Looking at the spin of 7N7 and 9F10

[bluestar]

I have worked out the total spin for the elements up to Neon however I hit a snag with Nitrogen and Fluorine.

The shell sequence of nitrogen 7N7 is 1s2, 2s2, 2p3 for both the proton and neutron and the total angular spin is 1

Likewise, Fluorine 9F10 is 1s2, 2s2, 2p5 for the proton and 1s2, 2s2, 2p6 for the neutron and the total angular spin is ½

In the nitrogen isotope it would appear that the 3 protons and neutrons are not paired and occupy separate states in the 2p shell. Thus the total orbital angular momentum would be 3 and the total spin would be 3/2 for the protons and additional for the neutrons suggesting the total angular momentum of 9 which is wrong.

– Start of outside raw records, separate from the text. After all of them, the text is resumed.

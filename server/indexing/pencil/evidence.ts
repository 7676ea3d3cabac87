import { HEARD } from '../lexicon/heard'
import { isStopWord, tokenise } from '../words/tokenise'
import { PhraseBook } from './phrases'
import type { Speech } from './speech'
import type { EvidenceWords, PlanPart, PlanStep } from './types'
import type { Operation } from '#shared/types/trade'
import { TOPIC_BOOK } from './topicBook'

const MOST = 6
const operationBooks = new Map<Operation, PhraseBook<number>>()

function operationBook(operation: Operation): PhraseBook<number> {
  const known = operationBooks.get(operation)
  if (known) return known
  const book = new PhraseBook(HEARD[operation].map(({ phrase, weight }) => [phrase, weight] as const))
  operationBooks.set(operation, book)
  return book
}

/** The words that spoke for a step and an operation between two cues, the most telling ones, in order of time. */
export function evidenceOf(speech: Speech, from: number, to: number, step: PlanStep | null, operation: Operation, parts: readonly PlanPart[]): EvidenceWords[] {
  const first = speech.cues[from]?.from ?? 0
  const last = speech.cues[to - 1]?.to ?? first
  const stems = speech.stems.slice(first, last)
  const found = new Map<string, { at: number, length: number, weight: number }>()
  const put = (at: number, length: number, weight: number) => {
    const key = stems.slice(at, at + length).join(' ')
    const known = found.get(key)
    if (known) known.weight += weight / 2
    else found.set(key, { at, length, weight })
  }
  operationBook(operation).find(stems, (weight, at, length) => put(at, length, weight))
  if (step) {
    const named = parts.filter(part => step.parts.includes(part.name))
    new PhraseBook(named.flatMap(part => [part.name, ...part.aliases]).map(name => [name, 2] as const)).find(stems, (weight, at, length) => put(at, length, weight))
    const told = new Map<string, number>()
    for (const [text, weight] of [[step.description, 1], [step.materials.join(' '), 0.7], [step.title, 1.6]] as const) {
      for (const token of tokenise(text)) if (!isStopWord(token.word)) told.set(token.stem, weight)
    }
    stems.forEach((stem, at) => {
      const weight = told.get(stem)
      if (weight) put(at, 1, weight)
    })
    const topics = new Set<number>()
    TOPIC_BOOK.find(tokenise(`${step.title}. ${step.description}`).map(token => token.stem), ({ topic, weight }) => { if (weight > 1) topics.add(topic) })
    TOPIC_BOOK.find(stems, ({ topic, weight }, at, length) => { if (topics.has(topic) && weight > 1) put(at, length, 0.8) })
  }
  const best = [...found.values()].sort((a, b) => b.weight - a.weight || a.at - b.at)
  const taken: typeof best = []
  for (const one of best) {
    if (taken.length >= MOST) break
    if (!taken.some(other => one.at < other.at + other.length && other.at < one.at + one.length)) taken.push(one)
  }
  return taken.sort((a, b) => a.at - b.at).map(({ at, length }) => ({
    atMs: speech.words[first + at]!.atMs,
    words: speech.words.slice(first + at, first + at + length).map(word => word.word).join(' '),
  }))
}

/** Parts that are named between two cues, or the step's own when none is; the most named first. */
export function partsIn(speech: Speech, from: number, to: number, step: PlanStep | null, book: PhraseBook<string[]>): string[] {
  const first = speech.cues[from]?.from ?? 0
  const last = speech.cues[to - 1]?.to ?? first
  const times = new Map<string, number>()
  book.find(speech.stems.slice(first, last), (names) => {
    // A name that several parts share stands for the one that the step uses.
    const meant = names.length > 1 && step ? names.filter(name => step.parts.includes(name)) : names
    for (const name of meant) times.set(name, (times.get(name) ?? 0) + 1 / meant.length)
  })
  const named = [...times].filter(([name]) => !step || step.parts.includes(name) || (times.get(name) ?? 0) >= 2).sort((a, b) => b[1] - a[1]).map(([name]) => name)
  if (named.length || !step) return named.slice(0, 6)
  return step.parts.slice(0, 3)
}

/** Every name of every part, and which parts it may mean. */
export function partBook(parts: readonly PlanPart[]): PhraseBook<string[]> {
  const names = new Map<string, string[]>()
  for (const part of parts) for (const name of [part.name, ...part.aliases]) names.set(name.toLowerCase(), [...(names.get(name.toLowerCase()) ?? []), part.name])
  return new PhraseBook([...names])
}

So do 2 of the protons in different states in the 2p shell pair up their orbital and spin angular momentum? Likewise do 2 of the neutrons in the 2p shell pair up their orbital and spin angular momentum? If so, this would leave yield an orbital momentum of 1 for the proton and 1 for the neutron; likewise, the spin of the two separate nucleons sum up to 1. This would then yield a total angular momentum of 2 + 1 = 3 with is also wrong.

The only way I can see to achieve a total angular momentum of 1 is if the spin of the proton and neutron were both negative, which I considered wrong because unpaired particle spin were always positive. So can an unpaired particle have a negative spin?

With respect to 9F10 there are 2 sets of paired protons plus 1 separate in the 2p shell and all neutrons are paired. This would produce an orbital angular momentum of 1 and a spin of ½ for a total of 3/2; however JANICE indicates this isotope has only ½ spin suggesting the proton spin was -1/2.

Can anyone shed any light on the total spin of these two isotopes?

 

[PeterDonis]

Are you looking at the nuclear shells or the electron shells? They're not the same. What you're giving look like electron shell configurations.

Check out the Wikipedia page: http://en.wikipedia.org/wiki/Nuclear_shell_model" . According to the nuclear shell model as described there (see the graph on the right in the "predicted magic numbers" section), 7N7 would have 1s(1/2) - 2, 1p(3/2) - 4, 1p(1/2) - 1 for protons, and the same for neutrons. The total spin would be 1 (1/2 each for the unpaired proton and neutron).

9F10 would have 1s(1/2) - 2, 1p(3/2) - 4, 1p(1/2) - 2, 1d(5/2) - 1 for protons, and the same except 1d(5/2) - 2 for neutrons. The total spin would be 1/2 for the unpaired proton.

(Pedantic note: these are, of course, the ground states of these nuclei. This actually does make a difference for the 7N7 case, because there is also a spin-0 state possible for that nucleus, with the same shell configuration, where the unpaired proton and neutron have opposite spins; however, this state has higher energy than the spin-1 state where the unpaired proton and neutron spins are aligned. I've been unable to find a reference online with a good simple explanation of why that is, but I suspect it's because the magnetic moments of the proton and neutron are of opposite signs--the proton is about +2.8 and the neutron is about -2, in the standard units for magnetic moments of elementary particles--which means that when their spins are aligned, their magnetic moments attract each other--opposite magnetic poles attract just as opposite charges do--so that the nucleus as a whole is a little bit more tightly bound--lower total energy--whereas when the spins are opposite, the magnetic moments repel each other and the nucleus as a whole is a little bit less tightly bound--higher total energy.)